------ DATA FOR THE TASK

/// Cue payload to plain text, through the specification's cue text tokenizer and tree rules:
/// tags removed (c, i, b, u, ruby, rt, v, lang, timestamps, unknown ones), ruby text left out
/// as the specification's rules for extracting a chapter title do (the base text is what was
/// written), character references decoded (`&amp; &lt; &gt; &lrm; &rlm; &nbsp;` and numeric;
/// other named ones are kept as written), every line break a single space, ASCII whitespace
/// trimmed at both ends. The speaker is the first voice span's annotation that is not empty.
pub fn cue_text(raw: &str) -> CueText {
    #[derive(PartialEq)]
    enum Node {
        Class,
        Italic,
        Bold,
        Underline,
        Ruby,
        RubyText,
        Voice,
        Lang,
    }
    let raw = raw.replace("\r\n", "\n").replace('\r', "\n");
    let mut stack: Vec<Node> = Vec::new();
    let mut text = String::new();
    let mut speaker = None;
    for token in tokenize(&raw) {
        match token.kind {
            Kind::Text(s) => {
                if !stack.contains(&Node::RubyText) {
                    text.push_str(&s);
                }
            }
            Kind::Start { name, annotation } => {
                let node = match name.as_str() {
                    "c" => Node::Class,
                    "i" => Node::Italic,
                    "b" => Node::Bold,
                    "u" => Node::Underline,
                    "ruby" => Node::Ruby,
                    "rt" if stack.last() == Some(&Node::Ruby) => Node::RubyText,
                    "v" => {
                        if speaker.is_none() && !annotation.is_empty() {
                            speaker = Some(annotation);
                        }
                        Node::Voice
                    }
                    "lang" => Node::Lang,
                    _ => continue,
                };
                stack.push(node);
            }
            Kind::End(name) => {
                let top = stack.last();
                let closes = matches!(
                    (name.as_str(), top),
                    ("c", Some(Node::Class))
                        | ("i", Some(Node::Italic))
                        | ("b", Some(Node::Bold))
                        | ("u", Some(Node::Underline))
                        | ("ruby", Some(Node::Ruby))
                        | ("rt", Some(Node::RubyText))
                        | ("v", Some(Node::Voice))
                        | ("lang", Some(Node::Lang))
                );
                if closes {
                    stack.pop();
                } else if name == "ruby" && top == Some(&Node::RubyText) {
                    stack.pop();
                    stack.pop();
                }
            }
            Kind::Stamp(_) => {}
        }
    }
    let text = text.replace(['\r', '\n'], " ");
    CueText {
        speaker,
        text: text
            .trim_matches(|c: char| c.is_ascii_whitespace())
            .to_string(),
    }
}

/// A WebVTT file as transcript lines: one line per cue, text and speaker from [`cue_text`],
/// no words (a cue's inline timestamps give word starts but no ends).
///
/// # Errors
/// Each a [`Problem`] naming `path` and the file line: every [`SyntaxError`], plus every pair
/// of overlapping cues (reported on the later one), which a transcript cannot hold — except
/// when both carry voice spans with different speakers, which is cross-talk.
pub fn read_lines(path: &Path, text: &str) -> Result<Vec<Line>, Vec<Problem>> {
    let problem = |line: usize, message: String| Problem {
        file: path.to_path_buf(),
        line,
        field: String::new(),
        message,
    };
    let (doc, errors) = parse_all(text);
    let mut problems: Vec<Problem> = errors
        .into_iter()
        .map(|e| problem(e.line, e.message))
        .collect();
    let cues: Vec<(&Cue, CueText)> = doc.cues().map(|c| (c, cue_text(&c.text))).collect();
    // Earlier cues still running at the current cue's start (cues come in start order).
    let mut running: Vec<usize> = Vec::new();
    for (k, (cue, words)) in cues.iter().enumerate() {
        running.retain(|&o| cues[o].0.end > cue.start);
        for &o in &running {
            let (earlier, earlier_words) = &cues[o];
            let cross_talk = matches!(
                (&earlier_words.speaker, &words.speaker),
                (Some(a), Some(b)) if a != b
            );
            if !cross_talk {
                problems.push(problem(
                    cue.line,
                    format!(
                        "cue starting at {} overlaps the cue on line {} (until {}); transcript \
                         lines may overlap only as cross-talk, with different <v> speakers",
                        format_timestamp(cue.start),
                        earlier.line,
                        format_timestamp(earlier.end)
                    ),
                ));
            }
        }
        running.push(k);
    }
    if !problems.is_empty() {
        problems.sort_by_key(|p| p.line);
        return Err(problems);
    }
    Ok(cues
        .into_iter()
        .map(|(cue, words)| Line {
            start: cue.start,
            end: cue.end,
            text: words.text,
            speaker: words.speaker,
            words: Vec::new(),
            extra: Map::new(),
        })
        .collect())
}

/// Transcript lines as a WebVTT file: `WEBVTT`, a blank line, then one cue per line,
/// `hh:mm:ss.mmm --> hh:mm:ss.mmm` (rounded to the millisecond) and a one-line payload:
/// `<v speaker>` when the line has a speaker, then the text, with `&`, `<` and `>` escaped
/// (so no markup and no `-->` can come from the text) and line breaks as spaces.
///
/// Words are not written: WebVTT has inline timestamps for word starts but nothing for word
/// ends. Lines are written as given: a line shorter than a millisecond, lines out of order or
/// overlapping lines (other than cross-talk) make a file that [`read_lines`] rejects. Reading
/// back trims ASCII whitespace from the text and collapses whitespace in the speaker (the
/// specification's rule for annotations); a speaker of only whitespace is not written.
pub fn write_lines(lines: &[Line]) -> String {
    let mut out = String::from("WEBVTT\n");
    for line in lines {
        out.push('\n');
        out.push_str(&format_timestamp(line.start));
        out.push_str(" --> ");
        out.push_str(&format_timestamp(line.end));
        out.push('\n');
        if let Some(speaker) = &line.speaker {
            let speaker = one_line(speaker);
            if !speaker
                .trim_matches(|c: char| c.is_ascii_whitespace())
                .is_empty()
            {
                out.push_str("<v ");
                out.push_str(&escape(&speaker));
                out.push('>');
            }
        }
        out.push_str(&escape(&one_line(&line.text)));
        out.push('\n');
    }
    out
}

fn one_line(s: &str) -> String {
    s.replace("\r\n", " ").replace(['\r', '\n'], " ")
}

fn escape(s: &str) -> String {
    s.replace('&', "&amp;")
        .replace('<', "&lt;")
        .replace('>', "&gt;")
}

// ---------------------------------------------------------------------------------------
// File structure: the specification's "WebVTT parser algorithm" and "collect a WebVTT
// block", with an error wherever the syntax section is broken.

/// The document made of every block that could be read, and every error found.
fn parse_all(text: &str) -> (Document, Vec<SyntaxError>) {
    let mut parser = Parser {
        lines: split_lines(text),
        errors: Vec::new(),
        blocks: Vec::new(),
        seen_cue: false,
        latest_start: None,
        cue_ids: HashMap::new(),
        regions: HashMap::new(),
    };
    let header = parser.header();
    let mut i = 1 + header.matches('\n').count();
    if i < parser.lines.len() && parser.lines[i].contains("-->") {
        parser.error(
            i,
            "a cue needs a blank line between the header and it".into(),
        );
    }
    loop {
        while i < parser.lines.len() && parser.lines[i].is_empty() {
            i += 1;
        }
        if i >= parser.lines.len() {
            break;
        }
        i = parser.block(i);
    }
    let mut errors = parser.errors;
    errors.sort_by_key(|e| e.line);
    let doc = Document {
        header,
        blocks: parser.blocks,
    };
    (doc, errors)
}

/// Lines split at CRLF, LF or CR, after an optional byte order mark; NUL becomes U+FFFD (the
/// specification's preprocessing). A final line terminator does not start another line.
fn split_lines(text: &str) -> Vec<String> {
    let text = text.strip_prefix('\u{feff}').unwrap_or(text);
    let mut lines = Vec::new();
    let mut current = String::new();
    let mut chars = text.chars().peekable();
    while let Some(c) = chars.next() {
        match c {
            '\r' => {
                if chars.peek() == Some(&'\n') {
                    chars.next();
                }
                lines.push(std::mem::take(&mut current));
            }
            '\n' => lines.push(std::mem::take(&mut current)),
            '\0' => current.push('\u{fffd}'),
            c => current.push(c),
        }
    }
    if !current.is_empty() || lines.is_empty() {
        lines.push(current);
    }
    lines
}

struct Parser {
    lines: Vec<String>,
    errors: Vec<SyntaxError>,
    blocks: Vec<Block>,
    seen_cue: bool,
    /// The latest cue start so far and its (0-based) line.
    latest_start: Option<(f64, usize)>,
    cue_ids: HashMap<String, usize>,
    regions: HashMap<String, usize>,
}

------------

Show every line above where "last" is found.

SOLUTION FOR THIS EXERCISE:
                    "rt" if stack.last() == Some(&Node::Ruby) => Node::RubyText,
                let top = stack.last();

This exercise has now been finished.